Die Tat löste umgehend eine politische Diskussion über den Umgang mit den sogenannten Reichsbürgern aus. Die bayerischen Landtagsgrünen forderten, die Gruppierung besser zu beobachten und deren Verbindungen in die rechtsextreme Szene intensiv zu prüfen. Katharina Schulze, Rechtsextremismusexpertin der Fraktion, kritisierte, dass das aktuelle Klima die Aktivitäten der „Reichsbürgerbewegung“ begünstige.

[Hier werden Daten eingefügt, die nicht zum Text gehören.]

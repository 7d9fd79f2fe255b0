using StreamLogit.Pipeline.Files;
using StreamLogit.Pipeline.Options;

namespace StreamLogit.Pipeline.Tests.Files;

public sealed class CsvSourceTests : FileSourceContract
{
    private protected override string LastFile => Folder["quay.csv"];

    private protected override List<TakenRecord> Arrange(int records)
    {
        var lines = new List<string> { "id,amount,\"note\nof two lines\",empty" };
        var taken = new List<TakenRecord>();
        int line = 3;
        for (int i = 1; i <= records; i++)
        {
            string note = new((char)('a' + i % 26), i * 7919 % 301);
            bool isLong = i % 5 == 0;
            lines.Add(isLong ? $"t-{i},{i},\"{note}\n, \"\"so\"\"\"," : $"t-{i},{i},x{note},");
            string noteJson = isLong ? $"{note}\\n, \\\"so\\\"" : $"x{note}";
            taken.Add(new TakenRecord($$"""{"id":"t-{{i}}","amount":{{i}},"note\nof two lines":"{{noteJson}}"}""", line));
            line += isLong ? 2 : 1;
        }
        Folder.Write("quay.csv", string.Join("\n", lines) + "\n");
        return taken;
    }

    private protected override IRecordSource Open() =>
        FileSource.Open(new FileSourceOptions(LastFile, RecordingFormat.Csv), 1000, TimeProvider.System);
}
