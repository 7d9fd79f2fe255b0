using System.Text;
using StreamLogit.Pipeline.Files;
using StreamLogit.Pipeline.Options;

namespace StreamLogit.Pipeline.Tests.Files;

public sealed class ZstandardSourceTests : FileSourceContract
{
    private protected override string LastFile => Folder["quay.jsonl.zst"];

    private protected override List<TakenRecord> Arrange(int records)
    {
        var taken = Enumerable.Range(1, records).Select(i => new TakenRecord(Record(i), i)).ToList();
        Packing.Pack(LastFile, Encoding.UTF8.GetBytes(string.Join("\n", taken.Select(record => record.Text))));
        return taken;
    }

    private protected override void Shorten() => Packing.Pack(LastFile, Packing.Unpack(LastFile)[..^1]);

    private protected override void Alter()
    {
        byte[] content = Packing.Unpack(LastFile);
        content[^100] = (byte)'#';
        Packing.Pack(LastFile, content);
    }

    private protected override IRecordSource Open() =>
        RecordingSource.Open(new FileSourceOptions(LastFile, RecordingFormats.OfName(LastFile)!.Value), 1000, TimeProvider.System);

    [Fact]
    public async Task Fill_FileCutWithinItsBytes_Throws()
    {
        Arrange(4000);
        byte[] packed = File.ReadAllBytes(LastFile);
        File.WriteAllBytes(LastFile, packed[..(packed.Length * 2 / 3)]);
        using var source = Open();

        var error = await Assert.ThrowsAsync<PipelineException>(() => TakenRecord.TakeAllAsync(source));
        Assert.StartsWith($"{LastFile} cannot be read: ", error.Message, StringComparison.Ordinal);
    }

    [Fact]
    public async Task Fill_NotPackedAtAll_Throws()
    {
        Folder.Write("quay.jsonl.zst", string.Join("\n", Enumerable.Range(1, 100).Select(Record)));
        using var source = Open();

        await Assert.ThrowsAsync<PipelineException>(() => TakenRecord.TakeAllAsync(source));
    }
}
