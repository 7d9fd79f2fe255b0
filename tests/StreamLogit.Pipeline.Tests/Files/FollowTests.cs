using System.Text;
using StreamLogit.Pipeline.Files;
using StreamLogit.Pipeline.Options;

namespace StreamLogit.Pipeline.Tests.Files;

public sealed class FollowTests : IDisposable
{
    private readonly TemporaryFolder _folder = new();
    private readonly JumpingTime _time = new();

    public void Dispose() => _folder.Dispose();

    private FileSource Open(string name, RecordingFormat format = RecordingFormat.JsonLines) =>
        FileSource.Open(new FileSourceOptions(_folder[name], format, Follow: true), 1000, _time);

    private void Append(string name, string text)
    {
        using var file = new FileStream(_folder[name], FileMode.Append, FileAccess.Write, FileShare.ReadWrite);
        file.Write(Encoding.UTF8.GetBytes(text));
    }

    [Fact]
    public async Task Fill_GrowingFile_GivesLinesWhenTheyAreWhole()
    {
        _folder.Write("quay.jsonl", "{\"a\":1}\n{\"a\"");
        using var source = Open("quay.jsonl");

        Assert.Equal([new TakenRecord("{\"a\":1}", 1)], await TakenRecord.TakeAllAsync(source));
        var afterFirst = source.Position;
        Append("quay.jsonl", ":2}");
        Assert.Empty(await TakenRecord.TakeAllAsync(source));
        Assert.Equal(afterFirst.Origins, source.Position.Origins);
        Append("quay.jsonl", "\r\n\n");
        Assert.Equal([new TakenRecord("{\"a\":2}", 2)], await TakenRecord.TakeAllAsync(source));
        Append("quay.jsonl", "{\"a\":3}\n");
        Assert.Equal([new TakenRecord("", 3), new TakenRecord("{\"a\":3}", 4)], await TakenRecord.TakeAllAsync(source));
        Assert.True(_time.Elapsed > TimeSpan.Zero);
    }

    [Fact]
    public async Task Fill_GrowingCsv_GivesRowsWhenTheyAreWhole()
    {
        _folder.Write("quay.csv", "id,no");
        using var source = Open("quay.csv", RecordingFormat.Csv);

        Assert.Empty(await TakenRecord.TakeAllAsync(source));
        Append("quay.csv", "te\na,\"one\n");
        Assert.Empty(await TakenRecord.TakeAllAsync(source));
        Append("quay.csv", "two\"\n");
        Assert.Equal([new TakenRecord("""{"id":"a","note":"one\ntwo"}""", 2)], await TakenRecord.TakeAllAsync(source));
        Append("quay.csv", "b,x\n");
        Assert.Equal([new TakenRecord("""{"id":"b","note":"x"}""", 4)], await TakenRecord.TakeAllAsync(source));
    }

    [Fact]
    public async Task Fill_FileThatShrinks_Throws()
    {
        _folder.Write("quay.jsonl", "{\"a\":1}\n");
        using var source = Open("quay.jsonl");
        await TakenRecord.TakeAllAsync(source);
        using (var file = new FileStream(_folder["quay.jsonl"], FileMode.Open, FileAccess.Write, FileShare.ReadWrite)) file.SetLength(3);

        var error = await Assert.ThrowsAsync<PipelineException>(() => TakenRecord.TakeAllAsync(source));
        Assert.EndsWith("quay.jsonl became shorter while it was read: 3 bytes are left of 8.", error.Message, StringComparison.Ordinal);
    }

    [Fact]
    public async Task Fill_LongLineStillGrowing_LeadsBackToItsBeginning()
    {
        string start = "{\"a\":1}\n";
        _folder.Write("quay.jsonl", start + new string('x', 3000));
        using var first = Open("quay.jsonl");
        await TakenRecord.TakeAllAsync(first);
        Append("quay.jsonl", new string('x', 3000));
        await TakenRecord.TakeAllAsync(first);

        Assert.Equal(start.Length, Assert.Single(first.Position.Origins).Offset);

        Append("quay.jsonl", "\n{\"a\":3}\n");
        using var second = Open("quay.jsonl");
        second.Seek(first.Position);
        var expected = await TakenRecord.TakeAllAsync(first);
        Assert.Equal(2, expected.Count);
        Assert.Equal("6000 bytes; at most 1000 are allowed", expected[0].Detail);
        Assert.Equal(expected, await TakenRecord.TakeAllAsync(second));
        Assert.Equal(first.Position.Origins, second.Position.Origins);
    }

    [Theory]
    [InlineData("\n{\"a\":2}\n")]
    [InlineData("\r\n{\"a\":2}\n")]
    public async Task Seek_LastLineGotItsEndLater_DoesNotTakeTheEndForALine(string appended)
    {
        _folder.Write("quay.jsonl", "{\"a\":1}");
        using var first = FileSource.Open(new FileSourceOptions(_folder["quay.jsonl"], RecordingFormat.JsonLines), 1000, _time);
        Assert.Single(await TakenRecord.TakeAllAsync(first));
        Append("quay.jsonl", appended);
        using var second = Open("quay.jsonl");
        second.Seek(first.Position);

        Assert.Equal([new TakenRecord("{\"a\":2}", 2)], await TakenRecord.TakeAllAsync(second));
    }

    [Fact]
    public async Task Fill_ByteOrderMark_IsPassedOver()
    {
        _folder.Write("quay.jsonl", "\uFEFF{\"a\":1}\n");
        _folder.Write("quay.csv", "\uFEFFid,x\na,1\n");
        using var lines = Open("quay.jsonl");
        using var csv = Open("quay.csv", RecordingFormat.Csv);

        Assert.Equal([new TakenRecord("{\"a\":1}", 1)], await TakenRecord.TakeAllAsync(lines));
        Assert.Equal([new TakenRecord("""{"id":"a","x":1}""", 2)], await TakenRecord.TakeAllAsync(csv));
    }

    [Fact]
    public void Open_NoSuchFile_Throws()
    {
        var error = Assert.Throws<InvalidRecordingException>(() => Open("none.jsonl"));
        Assert.Equal($"The recording {_folder["none.jsonl"]} does not exist.", error.Message);
    }

    [Fact]
    public void Open_Folder_Throws() => Assert.Throws<InvalidRecordingException>(() => Open("."));
}
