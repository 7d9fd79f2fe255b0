using System.Text;
using StreamLogit.Pipeline.Files;

namespace StreamLogit.Pipeline.Tests.Files;

/// <summary>Has a cutter cut bytes that come in pieces, as a source does.</summary>
internal static class Cutting
{
    /// <summary>Cuts a text (Latin-1, so that any byte can be written) that comes in pieces of a length.</summary>
    public static List<TakenRecord> Cut(IRecordCutter cutter, string text, int pieceLength = int.MaxValue)
    {
        byte[] bytes = Encoding.Latin1.GetBytes(text);
        var batch = Schemas.NewBatch();
        int start = 0;
        int end = 0;
        bool atEnd = false;
        while (true)
        {
            int before = batch.Count;
            var unread = bytes.AsSpan(start, end - start);
            int taken = cutter.NeedsHeader ? cutter.CutHeader(unread, atEnd) : cutter.Cut(unread, atEnd, batch);
            start += taken;
            if (taken > 0 || batch.Count > before) continue;
            if (atEnd) break;
            atEnd = end == bytes.Length;
            end = (int)Math.Min(bytes.Length, (long)end + pieceLength);
        }
        Assert.Equal(bytes.Length, start);
        Assert.False(cutter.IsWithinRecord);
        return [.. TakenRecord.Of(batch)];
    }
}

Eine Anfrage ihrer Fraktion zu den Aktivitäten der „Reichsbürger“ sei noch nicht einmal beantwortet worden. Begründung: unverhältnismäßig hoher Verwaltungsaufwand. „Dabei“, so Schulze, kämen selbst aus der Justiz Klagen, dass Vorfälle zunehmen – „von Widerstandshandlungen bis zu Körperverletzungen.“ Herrmann kündigte in Roth an, man werde „generell noch mal überprüfen, wer da als gefährlich eingeschätzt werden muss“.

Auch die Innenexpertin der Bundestagsfraktion der Linken, Ulla Jelpke, warnte davor, die Gefahr durch die Gruppierung zu verharmlosen: „Hinter der wirren Reichsbürgerideologie verbergen sich oftmals knallharte Rechtsextremisten, die auch vor Gewalt nicht zurückschrecken.“

In Bayern warnte der Verfassungsschutz jüngst, die „Reichsbürger“ schürten „Überfremdungsängste und Untergangsvisionen“. Unter ihnen befänden sich „Verschwörungstheoretiker ebenso wie Querulanten und Geschäftemacher, aber auch politisch Motivierte“. 30 bis 40 Personen aus der Szene seien derzeit dem Rechtsextremismus zuzuordnen. Der Brandenburger Geheimdienst wurde noch deutlicher: „Reichsbürger“ könnten sich „bis in den Bereich der Unzurechnungsfähigkeit in ihre Ideen hineinsteigern“.